Directions:
Count the lines in the following data that include "Older". Please write only the number.

Material provided:
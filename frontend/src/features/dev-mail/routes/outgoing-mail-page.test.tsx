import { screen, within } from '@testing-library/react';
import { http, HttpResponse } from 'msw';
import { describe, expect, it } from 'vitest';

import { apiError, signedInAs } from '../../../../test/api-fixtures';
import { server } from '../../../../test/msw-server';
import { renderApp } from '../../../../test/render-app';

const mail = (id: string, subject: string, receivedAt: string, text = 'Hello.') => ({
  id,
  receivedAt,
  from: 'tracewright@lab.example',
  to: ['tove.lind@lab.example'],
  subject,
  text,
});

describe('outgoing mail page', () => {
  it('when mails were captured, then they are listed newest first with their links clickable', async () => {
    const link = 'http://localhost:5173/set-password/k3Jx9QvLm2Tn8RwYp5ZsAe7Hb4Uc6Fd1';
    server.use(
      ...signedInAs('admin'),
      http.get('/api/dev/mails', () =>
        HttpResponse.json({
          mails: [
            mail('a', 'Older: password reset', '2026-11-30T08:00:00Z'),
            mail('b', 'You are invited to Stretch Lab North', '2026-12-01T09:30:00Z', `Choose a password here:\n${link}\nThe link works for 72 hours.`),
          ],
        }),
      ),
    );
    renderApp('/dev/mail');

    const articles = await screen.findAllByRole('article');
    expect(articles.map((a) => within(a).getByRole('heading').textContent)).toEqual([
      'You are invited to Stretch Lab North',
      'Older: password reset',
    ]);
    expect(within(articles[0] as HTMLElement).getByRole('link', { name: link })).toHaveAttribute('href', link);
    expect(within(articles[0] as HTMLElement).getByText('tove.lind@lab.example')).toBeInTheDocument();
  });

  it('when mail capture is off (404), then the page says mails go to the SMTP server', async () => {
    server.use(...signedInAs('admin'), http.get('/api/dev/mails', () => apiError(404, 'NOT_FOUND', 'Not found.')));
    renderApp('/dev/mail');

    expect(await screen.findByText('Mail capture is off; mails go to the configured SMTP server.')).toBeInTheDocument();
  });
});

* * *

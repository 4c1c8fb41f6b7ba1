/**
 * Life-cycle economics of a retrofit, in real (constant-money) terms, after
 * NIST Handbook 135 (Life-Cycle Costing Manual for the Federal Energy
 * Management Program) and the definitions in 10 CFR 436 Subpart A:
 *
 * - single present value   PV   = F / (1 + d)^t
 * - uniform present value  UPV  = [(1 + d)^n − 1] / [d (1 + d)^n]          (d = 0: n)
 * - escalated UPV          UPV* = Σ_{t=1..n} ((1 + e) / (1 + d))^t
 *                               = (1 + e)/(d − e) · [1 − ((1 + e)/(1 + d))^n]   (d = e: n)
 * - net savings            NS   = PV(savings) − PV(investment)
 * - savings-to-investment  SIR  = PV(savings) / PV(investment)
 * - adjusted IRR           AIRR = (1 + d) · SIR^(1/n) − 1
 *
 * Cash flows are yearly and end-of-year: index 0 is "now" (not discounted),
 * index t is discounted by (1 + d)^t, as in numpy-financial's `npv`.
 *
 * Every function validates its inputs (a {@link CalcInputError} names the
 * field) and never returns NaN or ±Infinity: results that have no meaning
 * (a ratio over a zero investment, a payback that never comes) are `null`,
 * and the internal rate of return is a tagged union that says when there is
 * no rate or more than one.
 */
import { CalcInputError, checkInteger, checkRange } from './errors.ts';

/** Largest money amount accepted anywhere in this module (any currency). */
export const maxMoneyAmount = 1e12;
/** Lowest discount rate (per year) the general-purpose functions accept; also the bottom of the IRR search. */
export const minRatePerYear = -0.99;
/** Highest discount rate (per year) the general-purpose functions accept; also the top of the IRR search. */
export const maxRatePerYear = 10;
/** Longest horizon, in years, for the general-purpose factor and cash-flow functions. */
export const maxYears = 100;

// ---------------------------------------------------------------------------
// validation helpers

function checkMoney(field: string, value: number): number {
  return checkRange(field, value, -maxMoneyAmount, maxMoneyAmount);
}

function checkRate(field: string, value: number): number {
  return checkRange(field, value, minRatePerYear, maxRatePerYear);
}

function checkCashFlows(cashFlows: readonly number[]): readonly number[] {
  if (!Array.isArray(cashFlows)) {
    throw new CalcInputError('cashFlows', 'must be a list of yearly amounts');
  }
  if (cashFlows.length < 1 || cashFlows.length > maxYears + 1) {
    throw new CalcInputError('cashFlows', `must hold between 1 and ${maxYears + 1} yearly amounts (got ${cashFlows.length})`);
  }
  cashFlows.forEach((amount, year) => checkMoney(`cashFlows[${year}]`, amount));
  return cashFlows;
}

---

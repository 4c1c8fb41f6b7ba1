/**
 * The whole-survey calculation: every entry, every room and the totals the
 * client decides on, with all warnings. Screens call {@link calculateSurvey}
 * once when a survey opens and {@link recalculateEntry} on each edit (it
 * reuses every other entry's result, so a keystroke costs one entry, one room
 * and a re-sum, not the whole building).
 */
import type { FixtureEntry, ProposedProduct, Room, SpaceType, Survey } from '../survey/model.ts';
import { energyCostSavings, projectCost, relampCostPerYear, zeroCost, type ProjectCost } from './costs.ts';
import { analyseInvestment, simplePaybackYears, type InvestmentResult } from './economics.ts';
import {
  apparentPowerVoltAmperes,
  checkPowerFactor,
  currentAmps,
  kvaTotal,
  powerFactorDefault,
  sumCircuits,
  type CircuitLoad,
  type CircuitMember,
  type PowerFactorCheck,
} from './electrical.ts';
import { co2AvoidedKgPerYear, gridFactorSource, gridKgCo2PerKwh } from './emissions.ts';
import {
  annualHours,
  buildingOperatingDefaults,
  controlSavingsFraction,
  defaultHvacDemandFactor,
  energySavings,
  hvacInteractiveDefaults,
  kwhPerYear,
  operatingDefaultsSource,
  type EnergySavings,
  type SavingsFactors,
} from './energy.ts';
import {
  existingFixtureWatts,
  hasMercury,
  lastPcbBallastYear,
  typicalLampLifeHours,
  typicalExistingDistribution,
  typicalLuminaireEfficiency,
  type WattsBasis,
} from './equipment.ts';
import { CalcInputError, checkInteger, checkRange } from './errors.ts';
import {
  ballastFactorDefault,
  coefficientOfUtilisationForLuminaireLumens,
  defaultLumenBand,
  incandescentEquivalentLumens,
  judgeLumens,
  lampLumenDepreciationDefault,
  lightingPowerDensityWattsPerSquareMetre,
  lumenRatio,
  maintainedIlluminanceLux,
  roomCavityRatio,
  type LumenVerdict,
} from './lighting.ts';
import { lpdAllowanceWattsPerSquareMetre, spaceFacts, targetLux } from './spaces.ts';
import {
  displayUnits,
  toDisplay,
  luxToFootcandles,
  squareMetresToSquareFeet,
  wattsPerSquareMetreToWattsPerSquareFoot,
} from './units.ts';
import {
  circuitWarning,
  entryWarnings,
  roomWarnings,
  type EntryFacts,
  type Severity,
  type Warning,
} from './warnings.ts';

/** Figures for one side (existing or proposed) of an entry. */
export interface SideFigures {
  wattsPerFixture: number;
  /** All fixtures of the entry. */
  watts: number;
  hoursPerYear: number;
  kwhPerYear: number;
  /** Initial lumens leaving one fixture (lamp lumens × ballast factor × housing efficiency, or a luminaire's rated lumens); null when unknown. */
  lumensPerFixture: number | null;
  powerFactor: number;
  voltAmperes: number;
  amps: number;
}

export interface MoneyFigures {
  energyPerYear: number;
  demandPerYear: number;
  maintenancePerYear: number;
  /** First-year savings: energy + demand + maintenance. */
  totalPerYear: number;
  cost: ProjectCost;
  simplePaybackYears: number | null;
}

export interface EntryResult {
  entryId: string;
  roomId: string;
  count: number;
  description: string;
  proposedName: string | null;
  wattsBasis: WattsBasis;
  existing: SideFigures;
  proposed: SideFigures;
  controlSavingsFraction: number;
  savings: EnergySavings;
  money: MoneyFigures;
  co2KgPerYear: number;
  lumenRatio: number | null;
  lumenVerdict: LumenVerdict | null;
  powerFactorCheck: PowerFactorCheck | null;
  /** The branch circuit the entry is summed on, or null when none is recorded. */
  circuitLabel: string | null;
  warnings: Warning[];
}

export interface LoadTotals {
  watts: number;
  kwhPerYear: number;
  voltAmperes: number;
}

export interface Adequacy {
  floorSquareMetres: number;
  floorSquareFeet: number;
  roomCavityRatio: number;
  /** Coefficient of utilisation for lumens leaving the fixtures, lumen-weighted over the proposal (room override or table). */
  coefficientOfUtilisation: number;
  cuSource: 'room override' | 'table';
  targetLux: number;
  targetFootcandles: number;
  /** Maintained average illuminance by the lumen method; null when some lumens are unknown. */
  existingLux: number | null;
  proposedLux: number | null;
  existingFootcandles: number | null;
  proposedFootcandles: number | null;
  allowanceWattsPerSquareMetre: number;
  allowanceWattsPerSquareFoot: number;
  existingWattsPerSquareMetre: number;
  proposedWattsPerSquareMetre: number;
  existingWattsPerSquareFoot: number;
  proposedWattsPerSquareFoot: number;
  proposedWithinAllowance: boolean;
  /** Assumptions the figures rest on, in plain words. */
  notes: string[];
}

Task solution:
2